King of Kashmir
- Reign: 1101 – 8 December 1111
- Predecessor: Harsha
- Successor: Radda
- Born: 1070
- Died: 8 December 1111 (aged 40–41) Banihal, Kashmir
- Spouse: Jayamati
- House: Utpala Lohara
- Father: Malla
- Religion: Hinduism

= Uchchala =

King of Kashmir from 1101 to 1111

Uchchala (Note: Also spelt as Uccala) (1070 – 8 December 1111), also known as Uchchala Deva, was the King of Kashmir from 1101 to 1111. He belonged to the Utpala dynasty, a Hindu Kingdom of Kashmiri rulers and was the founder of the Second Lohara dynasty.
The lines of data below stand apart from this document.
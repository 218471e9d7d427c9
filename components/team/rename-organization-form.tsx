'use client';

import { useActionState } from 'react';
import { renameOrganization } from '@/app/(app)/actions';
import { TextField } from '@/components/ui/fields';

export function RenameOrganizationForm({ currentName }: { currentName: string }) {
  const [state, formAction, pending] = useActionState(renameOrganization, null);
  const error = state && !state.ok ? state.error : null;
  return (
    <form action={formAction} className="flex flex-col gap-3 sm:flex-row sm:items-start">
      <TextField
        id="organization-name"
        name="name"
        label="Name"
        className="flex-1"
        defaultValue={currentName}
        error={error ? (error.fields?.name ?? error.message) : undefined}
      />
      <button type="submit" className="btn-primary sm:mt-6" disabled={pending}>
        {pending ? 'Saving…' : 'Rename'}
      </button>
      {state?.ok ? (
        <p role="status" className="text-sm text-leaf-700 sm:basis-full">
          Saved.
        </p>
      ) : null}
    </form>
  );
}
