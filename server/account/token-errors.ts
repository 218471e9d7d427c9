import 'server-only';
import { AppError } from '@/lib/app-error';

export type TokenStatus = 'valid' | 'used' | 'expired' | 'unknown';

export function tokenStatus(row: { usedAt: Date | null; expiresAt: Date } | null): TokenStatus {
  if (!row) return 'unknown';
  if (row.usedAt) return 'used';
  if (row.expiresAt.getTime() <= Date.now()) return 'expired';
  return 'valid';
}

/** Why a password-reset link does not work. */
export function resetTokenError(status: Exclude<TokenStatus, 'valid'>): AppError {
  const again = 'Ask for a new link with “Forgot password?” on the sign-in page.';
  if (status === 'used') {
    return new AppError('token_used', `This link was already used to set a password. ${again}`);
  }
  if (status === 'expired') {
    return new AppError('token_expired', `This link has expired (links last one hour). ${again}`);
  }
  return new AppError(
    'token_not_found',
    `This link is not valid; check that you opened the whole link from the mail. ${again}`,
  );
}

/** Why an address-confirmation link does not work. */
export function verificationTokenError(status: Exclude<TokenStatus, 'valid'> | 'stale'): AppError {
  const again = 'Sign in and use “Send the mail again” on the dashboard for a new link.';
  switch (status) {
    case 'used':
      return new AppError('token_used', 'This link was already used; your address is confirmed.');
    case 'expired':
      return new AppError('token_expired', `This link has expired (links last 7 days). ${again}`);
    case 'stale':
      return new AppError(
        'token_stale',
        `This link was sent to an address the account no longer uses. ${again}`,
      );
    default:
      return new AppError(
        'token_not_found',
        `This link is not valid; check that you opened the whole link from the mail. ${again}`,
      );
  }
}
He was the close relative of Harsha and the brother of Sussala.

== Conquests ==
Uchchala, accompanied with his brother Sussala, entered in they valley through Lahore and they joined the army of reigning royal family at low-ranking commanding positions granted to them. The army was under the control of Harsha. Uchchala pretended to be the brave and loyal towards the king and as a result, He was appointed as the privileged member of the royal court. In 1099 when the kingdom was under draught-crises, the king imposed heavy taxes on people. Uchchala was disappointed by the taxes which were imposed by the king. He, along with his brother left the capital city Srinagar with the fear that they would be treated same. Despite showing the bravery and loyalty, the king had already started to suspect the two of harbouring the high ambitions to gain the throne and regarded them as a direct threat to the kingdom and rivals to his son Bhoja. After an interval of remaining away from Srinagar, the two brothers then returned with army via Lahore. It was Darmas who supported the two. They attacked the king and burnt the capital city. During this battle, the king's son Bhoja was killed. Uchchala then ascended the throne and was also regarded as the founder of the Second Lohara dynasty. He restored religious building and constructed new temples.
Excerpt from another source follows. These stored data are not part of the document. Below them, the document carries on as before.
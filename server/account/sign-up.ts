import 'server-only';
import { recordAudit } from '@/db/queries/audit';
import { newId } from '@/db/queries/ids';
import { insertMembership, insertOrganization } from '@/db/queries/organizations';
import { violatedUniqueConstraint } from '@/db/queries/records';
import { closePendingSignUps, insertPendingSignUp, lockPendingSignUp } from '@/db/queries/sign-ups';
import { inTransaction } from '@/db/queries/transaction';
import { findUserByEmail, insertUser } from '@/db/queries/users';
import { AppError } from '@/lib/app-error';
import { runAfterResponse } from '@/lib/auth/after-response';
import { hashPassword } from '@/lib/auth/password';
import { startSession } from '@/lib/auth/session';
import { admitSignUp } from '@/lib/auth/sign-in';
import { hashToken, newToken, SIGN_UP_LIFETIME_MS } from '@/lib/auth/tokens';
import { appUrl } from '@/lib/config';
import { signUpExistingAccountMail, signUpLinkMail } from '@/lib/email/messages';
import { enqueueMail } from '../mail/queue';
import { tokenStatus } from './token-errors';

/*
 * Sign-up in two steps, so the form answers the same whether or not the address has an account:
 * requestSignUp mails a link to a new address (nothing is created yet) or, to an address that
 * already has an account, a note to its holder; finishSignUp, from the link, creates the user,
 * the organization and the admin membership, with the address confirmed.
 */

type SignUpRequest = { name: string; email: string; password: string; organizationName: string };

/**
 * The sign-up form: throttled per network address; the password is hashed for every address and
 * the mail is queued after the answer is sent, so neither the answer nor its timing tells whether
 * the address has an account.
 */
export async function requestSignUp(input: SignUpRequest, ipAddress: string): Promise<void> {
  const admitted = await admitSignUp({ email: input.email, ipAddress });
  if (!admitted.ok) throw new AppError('too_many_attempts', admitted.message);
  const passwordHash = await hashPassword(input.password);
  await runAfterResponse('sign-up', () => mailSignUp({ ...input, passwordHash }));
}

/** The link to finish (a new address) or a note to the holder (an address with an account). */
async function mailSignUp(input: Omit<SignUpRequest, 'password'> & { passwordHash: string }) {
  const existing = await findUserByEmail(input.email);
  await inTransaction(async (tx) => {
    if (existing) {
      await enqueueMail(tx, {
        kind: 'sign-up-existing-account',
        ...signUpExistingAccountMail({
          to: existing.email,
          name: existing.name,
          signInLink: `${appUrl()}/sign-in`,
          resetLink: `${appUrl()}/forgot-password`,
        }),
      });
      return;
    }
    const { token, tokenHash } = newToken();
    await insertPendingSignUp(tx, {
      email: input.email,
      name: input.name,
      organizationName: input.organizationName,
      passwordHash: input.passwordHash,
      tokenHash,
      expiresAt: new Date(Date.now() + SIGN_UP_LIFETIME_MS),
    });
    await enqueueMail(tx, {
      kind: 'sign-up',
      ...signUpLinkMail({
        to: input.email,
        name: input.name,
        organizationName: input.organizationName,
        link: `${appUrl()}/sign-up/finish?token=${token}`,
      }),
    });
  });
}

const AGAIN = 'Sign up again to get a new link.';

/** Only the holder of the link reads this: the mail went to the address itself. */
const accountExists = () =>
  new AppError(
    'account_exists',
    'This address already has an account. Sign in instead, or use “Forgot password?”.',
  );

/**
 * The link of the sign-up mail (each works once, for 24 hours): the user, a new organization, the
 * admin membership and the audit row in one transaction, with the address confirmed; then the
 * session.
 */
export async function finishSignUp(token: string): Promise<void> {
  const userId = newId();
  const organizationId = newId();
  try {
    await inTransaction(async (tx) => {
      const pending = token ? await lockPendingSignUp(tx, hashToken(token)) : null;
      const status = tokenStatus(pending);
      if (status === 'unknown' || !pending) {
        throw new AppError(
          'token_not_found',
          `This link is not valid; check that you opened the whole link from the mail. ${AGAIN}`,
        );
      }
      if (status === 'used') {
        throw new AppError(
          'token_used',
          'This link was already used: your account exists. Sign in with your e-mail and password.',
        );
      }
      if (status === 'expired') {
        throw new AppError(
          'token_expired',
          `This link has expired (links last 24 hours). ${AGAIN}`,
        );
      }
      const now = new Date();
      await closePendingSignUps(tx, pending.email, now);
      if (await findUserByEmail(pending.email, tx)) throw accountExists();
      await insertUser(tx, {
        id: userId,
        email: pending.email,
        name: pending.name,
        passwordHash: pending.passwordHash,
        emailVerifiedAt: now,
      });
      await insertOrganization(tx, { id: organizationId, name: pending.organizationName });
      await insertMembership(tx, { userId, organizationId, role: 'admin' });
      await recordAudit(tx, {
        actorUserId: userId,
        organizationId,
        action: 'organization.create',
        entityType: 'organization',
        entityId: organizationId,
        after: { name: pending.organizationName, createdBy: pending.email },
      });
    });
  } catch (error) {
    // An account made for the address at the same moment (an invitation): the unique index decides.
    if (violatedUniqueConstraint(error) === 'users_email_unique') throw accountExists();
    throw error;
  }
  await startSession(userId, organizationId);
}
Kalhana, a 12th-century historian who covered the history of Kashmir, writes in his book Rajatarangini that Sussala ruled Lahore with the support of his brother Uchchala. Despite the fact of extended his support, Sussala was among the other rulers who were ambitious of throne. In order to avoid any untoward action identified to be taken by his brother, Uchchala divided the kingdom into two parts which placed Sussala on the throne in Lahore.

== Personal life ==
Uchchala, the eldest son of his parents was married to Jayamati, described as a beautiful queen and fond of singing.

== Assassination ==
Uchchala was assassinated by his enemy Radda at Banihâl (now Banihal) on 8 December 1111, and Radda ruled the region for one night only.